Issue #179 - Charformer: Fast Character Transformers via Gradient-based Subwords
In standard neural machine translation (MT) technology, words are split into subwords, based only on their frequency. This causes modelling issues for rare words. Additionally, in multilingual models, words in low-resourced languages are split into many subwords, which hurts performance on those languages and impacts cross-lingual transfer. In today's post, we take a look at the Charformer model, proposed by Tay et al. (2022), in which subword tokenization is learned as a gradient-based, end-to-end task. This method allows the subword segmentation algorithm to take lexical or semantic similarity into account.
Gradient-based Subword Tokenization
The first step consists of enumerating the possible subword blocks of different sizes, up to a maximum size. Thus, the input sequence is segmented into subword blocks of size 1 character, then in subword blocks of size 2 characters, etc. As a result, at each character position, there will be subword blocks of different sizes. A block scoring network is introduced to allow the model to learn which block to select for every character position. The block scoring network simply produces a score for each candidate block by using a softmax function. This is illustrated in the following figure, which shows the softmax weight at each character position for the input sequence “on subword tokenization,” for block sizes from 1 to 4.
These weights have been learned with a multilingual Charformer (see the experiments section). The figure shows that this model learned to allocate single character subword blocks mainly to vowels and whitespaces. In addition, the model allocated larger blocks to the beginning and end consonants of a word.
A latent subword representation is formed from these weights by summing the representations of all subword blocks at each position multiplied by their probability. Thus, the model learns an ideal subword block for each position. However, in contrast to deterministic subword tokenization algorithms, this selection is not a hard decision. Different possible segmentations can be considered at each position.
After learning a candidate block or mixture of blocks for each position, a downsampling function is used to reduce its sequence length by a fixed factor.

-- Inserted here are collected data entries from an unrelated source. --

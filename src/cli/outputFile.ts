import { randomBytes } from 'node:crypto';
import { access, constants, realpath, rename, rm, stat, writeFile } from 'node:fs/promises';
import { basename, dirname, join, resolve } from 'node:path';
import { FileError } from './FileError.ts';

/** Why a results file cannot be written there, as far as can be told before there is one; null where it can. */
export async function outputProblem(out: string, input: string): Promise<string | null> {
  try {
    await access(dirname(resolve(out)), constants.W_OK);
  } catch {
    return `${out} cannot be written: its folder is missing or not writable`;
  }
  const existing = await stat(out).catch(() => null);
  if (existing?.isDirectory()) return `${out} cannot be written: it is a folder`;
  if (existing && (await sameFile(out, input)))
    return `${out} is the study itself; name another results file`;
  return null;
}

async function sameFile(a: string, b: string): Promise<boolean> {
  const [first, second] = await Promise.all([realpath(a), realpath(b).catch(() => null)]);
  return first === second;
}

/** Writes beside the file and renames, so that a file is there whole or as it was before. */
export async function writeAtomically(path: string, text: string): Promise<void> {
  const part = join(dirname(resolve(path)), `.${basename(path)}.${randomBytes(4).toString('hex')}.part`);
  try {
    await writeFile(part, text, { flag: 'wx' });
    await rename(part, path);
  } catch (error) {
    await rm(part, { force: true });
    throw new FileError(`${path} cannot be written`, error);
  }
}
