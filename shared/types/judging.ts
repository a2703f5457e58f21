/** What the judging pages get from the server. Dates are ISO text; days are `2026-03-01`. */
import type { Permission } from '../lesson/schema'
import type { Gate, GateFacts, HeldPermission } from '../judging/gates'
import type { PieceEvidence } from '../judging/evidence'
import type { Line } from '../judging/marks'
import type { MaySign, Reason } from '../judging/signer'
import type { Outcome, PermissionAct, Seen, SignOffKind } from '../schemas/lists'

export interface LookRow {
  piece: string
  label: string
  maker: string
  makerId: string
  lesson: string
  /** Waiting since, or resting until. */
  at: string
  mayYou: MaySign
  /** A held photo to know the bag by. */
  photo: string | null
}
export interface AskedRow extends Omit<LookRow, 'mayYou' | 'photo'> { look: string, about: string, turn: string | null }
export interface Looks { now: string, asked: AskedRow[], waiting: LookRow[], resting: LookRow[], toSign: number, secondNames: number }

export interface PhotoView { id: string, turn: string | null, title: string, for: string, state: 'awaited' | 'held' | 'erased', at: string, hasScale: boolean | null }
export interface HistoryRow { piece: string, label: string, day: string, outcome: Outcome, seen: Seen, by: string, level: number | null, misses: number }
export interface TurnTitle { address: string, title: string }
export interface FaultChoice { key: string, sees: string, because: string, do: string }
export interface MissRow { title: string, count: number, released: boolean }

export interface PieceView {
  id: string
  label: string
  lesson: string
  lessonId: string
  revision: number
  revisionId: string
  material: string
  practice: boolean
  goods: boolean
  left: boolean
  /** The object itself comes out mirrored when made left-handed. */
  mayMirror: boolean
  setOf: string
  n: number
  head: string
  waitingSince: string | null
  finishedOn: string | null
  minutes: number
  rounds: number
}
export interface JudgedAlready { id: string, by: string, at: string, outcome: Outcome, level: number | null, signedBy: string | null }

export interface LookView {
  now: string
  piece: PieceView
  maker: { id: string, name: string }
  isOpen: boolean
  judged: JudgedAlready | null
  mayYou: MaySign
  lines: Line[]
  again: string | null
  facts: Omit<GateFacts, 'piece'>
  bare: Omit<PieceEvidence, 'outcome' | 'seen' | 'lines'>
  photos: PhotoView[]
  awaited: number
  misses: MissRow[]
  early: string[]
  faultsSeen: string[]
  own: Record<string, string>
  history: HistoryRow[]
  faults: FaultChoice[]
  turns: TurnTitle[]
  /** Acts that came after the piece was finished, or that were set aside. */
  late: number
  setAside: number
  /** Judged by this person and not signed, this piece left out. */
  toSign: number
}

export interface ToSign {
  judgement: string
  judgements: string[]
  piece: string
  label: string
  maker: string
  lesson: string
  level: number
  judgedAt: string
  gate: Gate
  /** Came in since it was judged. */
  came: number
  n: number
  head: string
}
export interface SecondNameRow { signOff: string, maker: string, lesson: string, level: number, by: string, at: string, pieces: { id: string, label: string }[], reasons: Reason[] }
export interface WaitingToSign { items: ToSign[], secondNames: SecondNameRow[] }

export interface Signed { id: string, ok: true, level: number, needsSecondName: boolean }
export interface NotSigned { id: string, ok: false, statusCode: number, says: string, reasons: Reason[] }
export type SignResult = Signed | NotSigned

export interface NameUnder { id: string, kind: SignOffKind, name: string, level: number, byLevel: number, at: string }
export interface SignOffPiece { id: string, label: string, judgement: string, day: string, seen: Seen, n: number, joinedAfter: number }
export interface SignOffView {
  id: string
  person: string
  name: string
  lesson: string
  lessonId: string
  revision: number
  level: number
  kind: SignOffKind
  of: string
  at: string
  day: string
  isInForce: boolean
  oneSignature: boolean
  isSelf: boolean
  names: NameUnder[]
  pieces: SignOffPiece[]
  /** Things that came in after the judge looked: shown, of no effect. */
  joinedAfter: number
  digest: string
  /** The digest, taken again from the record, is the one that was signed. */
  isWhole: boolean
  words: string | null
}

export interface PermissionActView { id: string, permission: Permission, act: PermissionAct, limit: string | null, by: string, at: string, words: string | null }
export interface PermissionsView { held: HeldPermission[], acts: PermissionActView[] }

/** Where a founding level may be given, and to whom. */
export interface FoundingView { lessons: { id: string, title: string }[], instructors: { id: string, name: string }[] }
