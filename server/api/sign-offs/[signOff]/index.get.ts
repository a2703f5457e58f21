import { SignOffParamsSchema } from '#shared/schemas/judging'
import { signOffView } from '#server/services/sign-off-view'

/** One sign-off with the pieces it rests on, the names under it, and what joined after it was signed. */
export default defineEventHandler(async (event) => {
  const who = await requireStudio(event)
  const { signOff } = await readParams(event, SignOffParamsSchema)
  return await signOffView(useDatabase(), who, signOff)
})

This removes redundancies caused by adjacent positions selecting similar blocks.
Finally, the Charformer model is otherwise the same as a Transformer encoder-decoder model but taking as input the downsampled latent subwords instead of the standard subword embeddings. Note that it is faster than fully character-based models because it is based on (latent-)subword sequences instead of much longer character sequences. However, due to downsampling, it is also faster to train than standard subword-based models.
The model is pre-trained by masking N contiguous characters and trained to predict them in a sequence-to-sequence architecture.
The method is evaluated on tasks of the GLUE test framework, namely sentiment classification, natural language inference, paraphrase detection and sentence similarity. Charformer is compared against state-of-the-art subword and character-based models. Overall, Charformer outperforms other character-level baselines trained under the same conditions, with the same number of parameters, while being much faster. Furthermore, Charformer is the only character-level model that performs on par or outperforms the standard subword-based models on some tasks in standard English.
In addition, as with other character-level models, Charformer performs particularly well on noisy data that contains spelling variations, typos, and other non-standard language. On this type of data, character-level models outperform the subword-based T5 model. Charformer performs on par or outperforms other character-level methods.
The effectiveness of character-level models on multilingual data is evaluated on standard cross-lingual question answering and classification tasks. In this set-up, the Charformer model, as well as the T5 character-based model, are pre-trained on multilingual mC4 Common Crawl data in 101 languages. They are compared with multilingual BERT and multilingual T5 models. The results show that Charformer outperforms the character-based T5 model, and it is competitive with the subword-based baselines and outperforms them in some tasks.
We have reviewed the Charformer model, proposed by Tay et al. (2022), a re-scaled Transformer architecture that integrates gradient-based subword tokenization. This method allows the model to efficiently learn a latent subword segmentation mixture end-to-end, directly from characters. English and multilingual variants of the Charformer model outperform strong character-level baselines across several tasks, while being more efficient. Furthermore, the Charformer model achieves performance on par with subword-based models on standard English tasks and outperforms them on noisy user-generated data. On multilingual data, the Charformer model performs on par with subword-based models overall, while being faster than both character-level and subword-level baselines.